Ultrasensitive inkjet-printed based SERS sensor combining a high-performance gold nanosphere ink and hydrophobic paper

• Published in: Sensors and actuators. B, Chemical Vol. 320; p. 128412
• Main Authors: Godoy, N.V., García-Lojo, D., Sigoli, F.A., Pérez-Juste, J., Pastoriza-Santos, I., Mazali, I.O.
• Format: Journal Article
• Language: English
• Published: Lausanne Elsevier B.V 01.10.2020; Elsevier Science Ltd
• Subjects: Correlation analysis; Ethanol; Fungicides; Gold nanosphere ink; Hydrophobic paper; Hydrophobicity; Inkjet-printing; Nanoparticles; Nanospheres; Paper-based sensor; Plasmonic; Reproducibility; SERS; Substrates; Thiram; Inkjet-printing; SERS; Hydrophobic paper; Paper-based sensor; Gold nanosphere ink; Plasmonic
• ISSN: 0925-4005; 1873-3077
• DOI: 10.1016/j.snb.2020.128412

[Display omitted] •Fabrication of an inkjet-printed paper-based SERS platform.•An effective AuSph Ink was developed with high stability over 1 year of storage.•Improvement of SERS capabilities by a hydrophobic modification of the paper.•Ultrasensitive quantification of thiram at 10−11 M with low sample volume (2 μL).•Reliable, robust and ultralow-cost SERS substrates (less than $ 0.01 per spot).
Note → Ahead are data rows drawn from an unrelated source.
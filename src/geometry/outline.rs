//! Closed loops of pieces, and what can be measured on them.

use super::piece::Piece;
use super::point::{Box2, Point, pt};
use std::f64::consts::{PI, TAU};

/// A closed loop of pieces, each starting where the one before ends.
#[derive(Clone, Debug, Default, PartialEq)]
pub struct Loop {
    /// The pieces in order.
    pub pieces: Vec<Piece>,
}

/// A region of the plane: the material lies to the left of every loop
/// (outer loops counter-clockwise, holes clockwise).
#[derive(Clone, Debug, Default, PartialEq)]
pub struct Outline {
    /// Outer loops and holes.
    pub loops: Vec<Loop>,
}

/// A place where two pieces meet at an angle.
#[derive(Clone, Copy, Debug, PartialEq)]
pub struct Corner {
    /// Where.
    pub at: Point,
    /// Interior angle, radians, in (0, 2π).
    pub angle: f64,
    /// Direction of the outgoing edge, radians; the interior is counter-clockwise of it.
    pub direction: f64,
    /// Curvatures of the incoming and the outgoing edge.
    pub curvatures: [f64; 2],
    /// Loop, and index in it of the piece that starts here.
    pub place: (usize, usize),
}

impl Outline {
    /// A polygon from its vertices in order, either way round.
    pub fn polygon(vertices: &[Point]) -> Self {
        let n = vertices.len();
        let twice: f64 = (0..n)
            .map(|i| vertices[i].cross(vertices[(i + 1) % n]))
            .sum();
        let mut v = vertices.to_vec();
        if twice < 0.0 {
            v.reverse();
        }
        let pieces = (0..n)
            .map(|i| Piece::Line {
                from: v[i],
                to: v[(i + 1) % n],
            })
            .collect();
        Self {
            loops: vec![Loop { pieces }],
        }
    }

    /// A disc.
    pub fn disc(centre: Point, radius: f64) -> Self {
        Self {
            loops: vec![Loop {
                pieces: vec![Piece::Arc {
                    centre,
                    radius,
                    start: 0.0,
                    sweep: TAU,
                }],
            }],
        }
    }

    /// Box around the outline.
    pub fn bounds(&self) -> Box2 {
        let mut b = Box2::EMPTY;
        for p in self.pieces() {
            let c = p.bounds();
            b.include(c.lo);
            b.include(c.hi);
        }
        b
    }

    /// All pieces of all loops.
    pub fn pieces(&self) -> impl Iterator<Item = &Piece> {
        self.loops.iter().flat_map(|l| l.pieces.iter())
    }

    /// Every joint whose direction turns by more than `tolerance` radians.
    pub fn corners(&self, tolerance: f64) -> Vec<Corner> {
        let mut out = Vec::new();
        for (i, l) in self.loops.iter().enumerate() {
            let n = l.pieces.len();
            for k in 0..n {
                let (before, after) = (&l.pieces[(k + n - 1) % n], &l.pieces[k]);
                let (a, b) = (before.velocity(1.0), after.velocity(0.0));
                let turn = a.cross(b).atan2(a.dot(b));
                if turn.abs() > tolerance {
                    out.push(Corner {
                        at: after.start(),
                        angle: PI - turn,
                        direction: b.y.atan2(b.x),
                        curvatures: [before.curvature(1.0), after.curvature(0.0)],
                        place: (i, k),
                    });
                }
            }
        }
        out
    }
}

#[cfg(test)]
mod tests {
    use super::*;

    #[test]
    fn a_square_has_four_right_angles() {
        let q = Outline::polygon(&[pt(0., 0.), pt(1., 0.), pt(1., 1.), pt(0., 1.)]);
        let c = q.corners(1e-9);
        assert_eq!(c.len(), 4);
        assert!(c.iter().all(|c| (c.angle - PI / 2.0).abs() < 1e-15));
    }
}
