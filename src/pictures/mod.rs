//! Pictures of modes, fit for a report: PNG maps and contact sheets.
//!
//! Enters: [`Modes`], levels, a caption. Leaves: a [`Picture`] that can be written.
//! This room knows no screens and no documents.
//!
//! [`Modes`]: crate::modes::Modes

mod encode;
mod field;
mod furniture;
mod map;
mod nodes;
mod oklab;
mod place;
mod scale;
mod sheet;
mod text;
mod theme;
mod ticks;

pub use encode::Picture;
pub(crate) use encode::write_whole;
pub use map::map;
pub use sheet::sheet;
pub use theme::Theme;

use crate::geometry::{Box2, Outline};
use std::io;
use std::path::PathBuf;
use tiny_skia::{Color, Pixmap};

/// The quantity shown.
#[derive(Clone, Copy, Debug, Default, PartialEq, Eq)]
pub enum Show {
    /// |ψ|².
    #[default]
    Density,
    /// ψ with its sign.
    Wave,
}

impl Show {
    /// The name on the command line and in files.
    pub fn name(self) -> &'static str {
        match self {
            Self::Density => "density",
            Self::Wave => "wave",
        }
    }
}

/// Whether nodal lines are drawn.
#[derive(Clone, Copy, Debug, Default, PartialEq, Eq)]
pub enum Nodes {
    /// Thin lines where ψ changes sign.
    #[default]
    Drawn,
    /// None.
    Left,
}

/// How a picture is to look.
#[derive(Clone, Copy, Debug, PartialEq)]
pub struct Look {
    /// Width in pixels, within [`Look::WIDTHS`].
    pub width: u32,
    /// Light or dark.
    pub theme: Theme,
    /// Density or wave.
    pub show: Show,
    /// Nodal lines or not.
    pub nodes: Nodes,
}

impl Look {
    /// The widths that make a picture: below, nothing is legible; above, a page takes gigabytes.
    pub const WIDTHS: std::ops::RangeInclusive<u32> = 200..=12_000;
}

impl Default for Look {
    fn default() -> Self {
        Self {
            width: 1200,
            theme: Theme::default(),
            show: Show::default(),
            nodes: Nodes::default(),
        }
    }
}

/// Names of the units, empty for pure numbers.
#[derive(Clone, Debug, Default, PartialEq, Eq)]
pub struct Units {
    /// Of energies.
    pub energy: String,
    /// Of lengths.
    pub length: String,
}

/// What is written around a picture.
#[derive(Clone, Debug, Default, PartialEq)]
pub struct Caption {
    /// The shape's title.
    pub title: String,
    /// Units.
    pub units: Units,
    /// What was modelled, in a few words: "one electron, hard wall, m = 0.067".
    pub model: String,
}

/// Why there is no picture.
#[derive(Debug, thiserror::Error)]
pub enum PictureError {
    /// The spectrum has no such mode.
    #[error("there is no mode {mode}: {count} were found, so take one from 1 to {count}")]
    NoSuchMode {
        /// Counted from 1.
        mode: usize,
        /// How many there are.
        count: usize,
    },
    /// The width is out of range.
    #[error("a picture {0} pixels wide cannot be drawn: take a width from 200 to 12000")]
    Width(u32),
    /// The outline has no width or height.
    #[error("the outline has no extent, so there is nothing to draw")]
    Empty,
    /// The encoder failed.
    #[error("the picture cannot be encoded")]
    Encode(#[from] png::EncodingError),
    /// The disk refused.
    #[error("{}: cannot be written: {cause}", path.display())]
    Write {
        /// Where to.
        path: PathBuf,
        /// What the system said.
        cause: io::Error,
    },
}

/// An opaque page.
fn new_canvas(width: u32, height: f64, colour: [u8; 3]) -> Result<Pixmap, PictureError> {
    let refuse = || PictureError::Width(width);
    if !Look::WIDTHS.contains(&width) || !(1.0..=60_000.0).contains(&height) {
        return Err(refuse());
    }
    let mut page = Pixmap::new(width, height as u32).ok_or_else(refuse)?;
    page.fill(Color::from_rgba8(colour[0], colour[1], colour[2], 255));
    Ok(page)
}

/// The box of an outline that can be drawn.
fn extent(outline: &Outline) -> Result<Box2, PictureError> {
    let bounds = outline.bounds();
    let size = bounds.size();
    let drawable = |side: f64| side.is_finite() && side > 0.0;
    if drawable(size.x) && drawable(size.y) {
        Ok(bounds)
    } else {
        Err(PictureError::Empty)
    }
}

/// The texts every file carries.
fn standing_text(caption: &Caption) -> Vec<(&'static str, String)> {
    let mut all = vec![
        ("Title", caption.title.clone()),
        (
            "Software",
            concat!("dotwright ", env!("CARGO_PKG_VERSION")).to_owned(),
        ),
    ];
    if !caption.model.is_empty() {
        all.push(("Comment", caption.model.clone()));
    }
    all
}

#[cfg(test)]
mod example {
    //! The modes of a box, for the tests of this room.
    use crate::geometry::{Outline, Point};
    use crate::modes::Modes;
    use crate::progress::Watch;
    use crate::spectrum::{Model, Wanted, solve};

    /// The lowest four modes of a box 3 by 2 with a corner at (1, 1): by half waves along x and y
    /// they are 11, 21, 12, 31.
    pub fn box_modes() -> Modes {
        let p = |x, y| Point { x, y };
        let outline =
            Outline::polygon(&[p(1., 1.), p(4., 1.), p(4., 3.), p(1., 3.)]).expect("a box");
        let wanted = Wanted {
            count: 4,
            ..Wanted::default()
        };
        let solved = solve(&Model::hard(outline.clone(), 1.0), &wanted, &Watch::quiet());
        solved.expect("a box can be solved").modes
    }
}
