//! Outlines in the plane: analytic boundary pieces, booleans, offset, rounding, measures.
//!
//! Enters: curves. Leaves: an [`Outline`] of closed loops with the material on the left.
//! This room knows no physics.

mod outline;
mod piece;
mod point;

pub use outline::{Corner, Loop, Outline};
pub use piece::Piece;
pub use point::{Box2, Point, pt};
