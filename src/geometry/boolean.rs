//! Adding, cutting and keeping.

use super::error::{GeometryError, Remark};
use super::outline::{Loop, Outline};
use super::overlay::{FillRule, OverlayRule, Side, overlay};
use super::piece::Piece;

/// A boolean step.
#[derive(Clone, Copy, Debug, PartialEq, Eq)]
pub enum Operation {
    /// Union.
    Add,
    /// Difference.
    Cut,
    /// Intersection.
    Keep,
}

impl Outline {
    /// The union with `other`.
    pub fn add(&self, other: &Self) -> Result<Self, GeometryError> {
        self.combined(Operation::Add, other).map(|(o, _)| o)
    }

    /// What is left after `other` is cut away.
    ///
    /// # Errors
    /// [`GeometryError::NothingLeft`] if the cut takes everything.
    pub fn cut(&self, other: &Self) -> Result<Self, GeometryError> {
        self.combined(Operation::Cut, other).map(|(o, _)| o)
    }

    /// The part that lies in `other`.
    ///
    /// # Errors
    /// [`GeometryError::NothingLeft`] if they have nothing in common.
    pub fn keep(&self, other: &Self) -> Result<Self, GeometryError> {
        self.combined(Operation::Keep, other).map(|(o, _)| o)
    }

    /// The step and, where it did nothing one would draw it for, a remark.
    pub fn combined(
        &self,
        operation: Operation,
        other: &Self,
    ) -> Result<(Self, Option<Remark>), GeometryError> {
        let sides = [(self, Side::Subject), (other, Side::Clip)];
        let loops: Vec<(&[Piece], Side)> = sides
            .iter()
            .flat_map(|(o, side)| o.loops.iter().map(move |l| (l.pieces.as_slice(), *side)))
            .collect();
        let rule = match operation {
            Operation::Add => OverlayRule::Union,
            Operation::Cut => OverlayRule::Difference,
            Operation::Keep => OverlayRule::Intersect,
        };
        let loops = overlay(&loops, rule, FillRule::NonZero, false)?;
        if loops.is_empty() {
            let (step, reason) = match operation {
                Operation::Add => ("add", "neither part encloses any area"),
                Operation::Cut => ("cut", "the cut covers the whole outline"),
                Operation::Keep => ("keep", "the two have no area in common"),
            };
            return Err(GeometryError::NothingLeft {
                step,
                reason: reason.to_string(),
            });
        }
        let result = Self { loops };
        let remark = self.remark(operation, other, &result);
        Ok((result, remark))
    }

    fn remark(&self, operation: Operation, other: &Self, result: &Self) -> Option<Remark> {
        if self.loops.is_empty() {
            return None;
        }
        let (a, b, c) = (self.area(), other.area(), result.area());
        let same = |x: f64, y: f64| (x - y).abs() <= 1e-11 * (a + b);
        match operation {
            Operation::Cut if same(a, c) => Some(Remark::CutMissed),
            Operation::Keep if same(a, c) => Some(Remark::KeptAll),
            Operation::Add if same(a, c) => Some(Remark::AddedInside),
            Operation::Add
                if same(a + b, c) && result.loops.len() == self.loops.len() + other.loops.len() =>
            {
                Some(Remark::AddedApart)
            }
            _ => None,
        }
    }

    /// The same region from loops that may cross, by the given rule of winding.
    pub(super) fn resolved(loops: &[Loop], fill: FillRule) -> Result<Self, GeometryError> {
        let sides: Vec<(&[Piece], Side)> = loops
            .iter()
            .map(|l| (l.pieces.as_slice(), Side::Subject))
            .collect();
        let loops = overlay(&sides, OverlayRule::Subject, fill, true)?;
        Ok(Self { loops })
    }
}

#[cfg(test)]
#[allow(clippy::unwrap_used)]
mod tests {
    use super::super::point::{Point, pt};
    use super::super::similarity::Similarity;
    use super::*;
    use std::f64::consts::PI;

    fn disc(x: f64, y: f64, r: f64) -> Outline {
        Outline::disc(pt(x, y), r).unwrap()
    }
    fn rectangle(x: f64, y: f64, w: f64, h: f64) -> Outline {
        Outline::rectangle(pt(x, y), pt(w, h)).unwrap()
    }
    /// Neighbours must meet within a few roundings of the size.
    fn assert_closed(o: &Outline, size: f64) {
        for l in &o.loops {
            for k in 0..l.pieces.len() {
                let gap = l.pieces[k].end() - l.pieces[(k + 1) % l.pieces.len()].start();
                assert!(gap.norm() <= 1e-13 * size, "{l:#?}");
            }
        }
    }
    /// A few placements, none of them special.
    fn placements() -> Vec<Similarity> {
        let mut out = vec![Similarity::IDENTITY];
        for k in 1..12 {
            let k = f64::from(k);
            out.push(
                Similarity::turned(pt(0.3, 0.1), 0.37 * k)
                    .then(&Similarity::moved(pt(1.7 * k, -0.9 * k)))
                    .then(&Similarity::scaled(pt(0., 0.), 1.3f64.powf(k - 6.0))),
            );
        }
        out.push(Similarity::mirrored(pt(0.2, 0.), 0.4));
        out
    }

    #[test]
    fn the_lens_of_two_discs_has_its_textbook_area() {
        // Unit discs at distance d: 2 acos(d/2) − (d/2) √(4 − d²).
        for d in [0.1, 1.0, 1.9, 1.999, 2.0 - 1e-6] {
            let lens: f64 = 2.0 * f64::acos(d / 2.0) - 0.5 * d * (4.0 - d * d).sqrt();
            for s in placements() {
                let (a, b) = (
                    disc(0., 0., 1.).transformed(&s),
                    disc(d, 0., 1.).transformed(&s),
                );
                let f = s.scale() * s.scale();
                let keep = a.keep(&b).unwrap();
                let add = a.add(&b).unwrap();
                let cut = a.cut(&b).unwrap();
                for (o, area) in [(&keep, lens), (&add, 2. * PI - lens), (&cut, PI - lens)] {
                    assert_closed(o, a.bounds().diagonal());
                    assert_eq!(o.loops.len(), 1);
                    assert_eq!(o.corners(1e-7).len(), 2);
                    // Positions err by roundoff, corners of thin lenses by roundoff / angle.
                    assert!((o.area() - f * area).abs() < 1e-13 * f * PI, "{d} {s:?}");
                }
            }
        }
    }

    #[test]
    fn an_l_of_rectangles_has_exactly_six_corners() {
        for s in placements() {
            for (a, b) in [
                (rectangle(0., 0., 2., 1.), rectangle(0., 1., 1., 1.)),
                (rectangle(0., 0., 2., 1.), rectangle(0., 0., 1., 2.)),
                (rectangle(0., 0., 2., 1.), rectangle(0., 0.3, 1., 1.7)),
            ] {
                let l = a.transformed(&s).add(&b.transformed(&s)).unwrap();
                assert_eq!(l.loops.len(), 1, "{s:?}");
                assert_eq!(l.loops[0].pieces.len(), 6, "{s:?} {l:#?}");
                assert_eq!(l.corners(1e-7).len(), 6);
                assert_closed(&l, l.bounds().diagonal());
                let f = s.scale() * s.scale();
                assert!((l.area() - 3.0 * f).abs() < 1e-13 * 3.0 * f);
            }
        }
    }

    #[test]
    fn identical_outlines_change_nothing() {
        let shapes = [
            disc(0.3, 0.2, 1.),
            rectangle(0., 0., 2., 1.),
            Outline::ellipse(pt(0., 1.), pt(2., 0.5), 0.3).unwrap(),
            Outline::ring(pt(0., 0.), 0.4, 1.).unwrap(),
            Outline::smooth_closed(&[pt(0., 0.), pt(2., 0.), pt(3., 2.), pt(1., 3.)]).unwrap(),
        ];
        for s in placements() {
            for o in &shapes {
                let o = o.transformed(&s);
                let twice = o.add(&o).unwrap();
                assert_eq!(twice.loops.len(), o.loops.len());
                assert!((twice.area() - o.area()).abs() <= 1e-14 * o.area());
                assert_eq!(
                    twice.pieces().count(),
                    o.pieces().count(),
                    "{s:?} {twice:#?}"
                );
                assert!((o.keep(&o).unwrap().area() - o.area()).abs() <= 1e-14 * o.area());
                assert!(matches!(o.cut(&o), Err(GeometryError::NothingLeft { .. })));
            }
        }
    }

    #[test]
    fn touching_discs_keep_their_boundaries() {
        for s in placements() {
            let (big, out, inn) = (disc(0., 0., 2.), disc(3., 0., 1.), disc(1., 0., 1.));
            let [big, out, inn] = [big, out, inn].map(|o| o.transformed(&s));
            let f = PI * s.scale() * s.scale();
            let two = big.add(&out).unwrap();
            assert_eq!(two.loops.len(), 2);
            assert!((two.area() - 5.0 * f).abs() < 1e-13 * 5.0 * f);
            let moon = big.cut(&inn).unwrap();
            assert!(
                (moon.area() - 3.0 * f).abs() < 1e-13 * 5.0 * f,
                "{s:?} {moon:#?}"
            );
            let same = big.add(&inn).unwrap();
            assert_eq!(same.pieces().count(), 1, "{s:?} {same:#?}");
            assert!((same.area() - 4.0 * f).abs() < 1e-13 * 4.0 * f);
            assert!(matches!(
                big.keep(&out),
                Err(GeometryError::NothingLeft { .. })
            ));
        }
    }

    #[test]
    fn curves_of_nearly_equal_curvature_that_touch_are_kept_apart() {
        // Chord errors of either are larger than the gap between them for a long way.
        for s in placements() {
            let (a, b) = (disc(0., 0., 1.), disc(0.001, 0., 0.999));
            let (a, b) = (a.transformed(&s), b.transformed(&s));
            let f = PI * s.scale() * s.scale();
            let moon = a.cut(&b).unwrap();
            let exact = (1.0 - 0.999 * 0.999) * f;
            assert!((moon.area() - exact).abs() < 1e-13 * f, "{s:?}");
            assert_eq!(a.add(&b).unwrap().pieces().count(), 1);
        }
    }

    #[test]
    fn squares_that_touch_in_a_vertex_stay_two_loops() {
        for s in placements() {
            let a = rectangle(0., 0., 1., 1.).transformed(&s);
            let b = rectangle(1., 1., 1., 1.).transformed(&s);
            let o = a.add(&b).unwrap();
            assert_eq!(o.loops.len(), 2, "{s:?} {o:#?}");
            assert_eq!(o.corners(1e-7).len(), 8);
        }
    }

    #[test]
    fn a_hole_that_touches_the_edge_has_the_angles_of_its_wedges() {
        for s in placements() {
            let q = rectangle(0., 0., 4., 4.).transformed(&s);
            let diamond = [pt(2., 0.), pt(3., 1.), pt(2., 2.), pt(1., 1.)];
            let o = q
                .cut(&Outline::polygon(&diamond).unwrap().transformed(&s))
                .unwrap();
            assert_eq!(o.loops.len(), 1);
            let c = o.corners(1e-7);
            assert_eq!(c.len(), 9);
            assert_eq!(
                c.iter()
                    .filter(|c| (c.angle - PI / 4.0).abs() < 1e-12)
                    .count(),
                2
            );
        }
    }

    #[test]
    fn remarks_tell_what_a_step_did_not_do() {
        let a = rectangle(0., 0., 2., 2.);
        let remark = |op, b: &Outline| a.combined(op, b).unwrap().1;
        assert_eq!(
            remark(Operation::Cut, &disc(5., 0., 1.)),
            Some(Remark::CutMissed)
        );
        assert_eq!(
            remark(Operation::Add, &disc(5., 0., 1.)),
            Some(Remark::AddedApart)
        );
        assert_eq!(
            remark(Operation::Add, &disc(1., 1., 0.5)),
            Some(Remark::AddedInside)
        );
        assert_eq!(
            remark(Operation::Keep, &disc(1., 1., 5.)),
            Some(Remark::KeptAll)
        );
        assert_eq!(remark(Operation::Cut, &disc(1., 1., 0.5)), None);
        assert_eq!(a.cut(&disc(1., 1., 0.5)).unwrap().holes(), 1);
    }

    #[test]
    fn a_circle_cut_off_and_put_back_is_whole_again() {
        let (o, half) = (disc(0.1, 0.2, 1.), rectangle(-3., 0.05, 6., 3.));
        let (upper, lower) = (o.keep(&half).unwrap(), o.cut(&half).unwrap());
        let again = upper.add(&lower).unwrap();
        assert_eq!(again.loops.len(), 1);
        assert_eq!(again.pieces().count(), 1, "{again:#?}");
        assert!((again.area() - PI).abs() < 1e-14);
        assert!(again.contains(pt(0.1, 0.05)) && !again.contains(Point::default() + pt(2., 0.)));
    }
}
We report the fabrication of a low-cost paper-based SERS platform with enhanced sensing capabilities. The sensor consists of a highly concentrated glycerol/ethanol dispersion of ca. 77 nm Au nanospheres (AuSph) inkjet-printed on hydrophobic chromatographic paper forming circular sensing spots of 1 mm in diameter. The AuSph ink exhibits high stability for 1 year. Interestingly, we demonstrate that the modification of the paper surface with hydrophobic ligands improve the sensing capabilities by confining the analyte solution in the AuSph sensing platform. It contributes to both concentrate the analyte, as well as, to decrease the sample volume to just a few μl. We also analyze the effect of the amount of the nanoparticles, tunable by the number of printing cycles, in the SERS performance of the plasmonic spots. The results show that 5 printing cycles give rise to sensing platforms with great SERS response in terms of intensity and uniformity. The spot-to-spot reproducibility is also analyzed observing good results even for AuSph spots from different printed papers. The paper-based SERS platform was tested towards the detection of crystal violet (CV) and the fungicide thiram. Additionally, applying a digital protocol for SERS analysis, a good linear correlation between the digital counts (or positive events) and the analyte concentration was obtained at the single-molecule SERS regime. In both cases, the quantification region threshold was 10−11 M. The great sensitivity performance of the inkjet-printed SERS substrate is reflected by the low sample volume needed (only 2 μL). The inkjet-printed SERS substrate and the fabrication method demonstrated to be efficient, reliable, reproducible and robust, with a cost less than $ 0.01 per spot.